*RECORDS FOR THE TASK*:
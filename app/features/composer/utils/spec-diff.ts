// What differs between two specs, leaf by leaf ("state.terms.0.n: 3 → 4"), so a user who meets a
// newer revision can see what it changed before choosing.
import type { FigureSpec } from '../../../../shared/spec/figure-spec';

export interface SpecChange {
  path: string;
  from: string;
  to: string;
}

const show = (v: unknown): string =>
  v === undefined ? 'house style' : typeof v === 'string' ? v : JSON.stringify(v);

function walk(a: unknown, b: unknown, path: string, out: SpecChange[]): void {
  if (a === b) return;
  const objA = a !== null && typeof a === 'object';
  const objB = b !== null && typeof b === 'object';
  if (objA && objB && Array.isArray(a) === Array.isArray(b)) {
    const keys = new Set([...Object.keys(a), ...Object.keys(b)]);
    for (const k of [...keys].sort())
      walk(
        (a as Record<string, unknown>)[k],
        (b as Record<string, unknown>)[k],
        path ? `${path}.${k}` : k,
        out,
      );
    return;
  }
  if (JSON.stringify(a) !== JSON.stringify(b)) out.push({ path, from: show(a), to: show(b) });
}

export function specChanges(from: FigureSpec, to: FigureSpec): SpecChange[] {
  const out: SpecChange[] = [];
  walk(from, to, '', out);
  return out;
}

*INSTRUCTIONS TO FOLLOW*: Write the lines again exactly, from the first line of the material above to the line that includes "const show = (v: unknown): string =>", both included. Leave out all the rest.

*COMPLETED EXERCISE*:
filename app/features/composer/utils/spec-diff.ts
// What differs between two specs, leaf by leaf ("state.terms.0.n: 3 → 4"), so a user who meets a
// newer revision can see what it changed before choosing.
import type { FigureSpec } from '../../../../shared/spec/figure-spec';

export interface SpecChange {
  path: string;
  from: string;
  to: string;
}

const show = (v: unknown): string =>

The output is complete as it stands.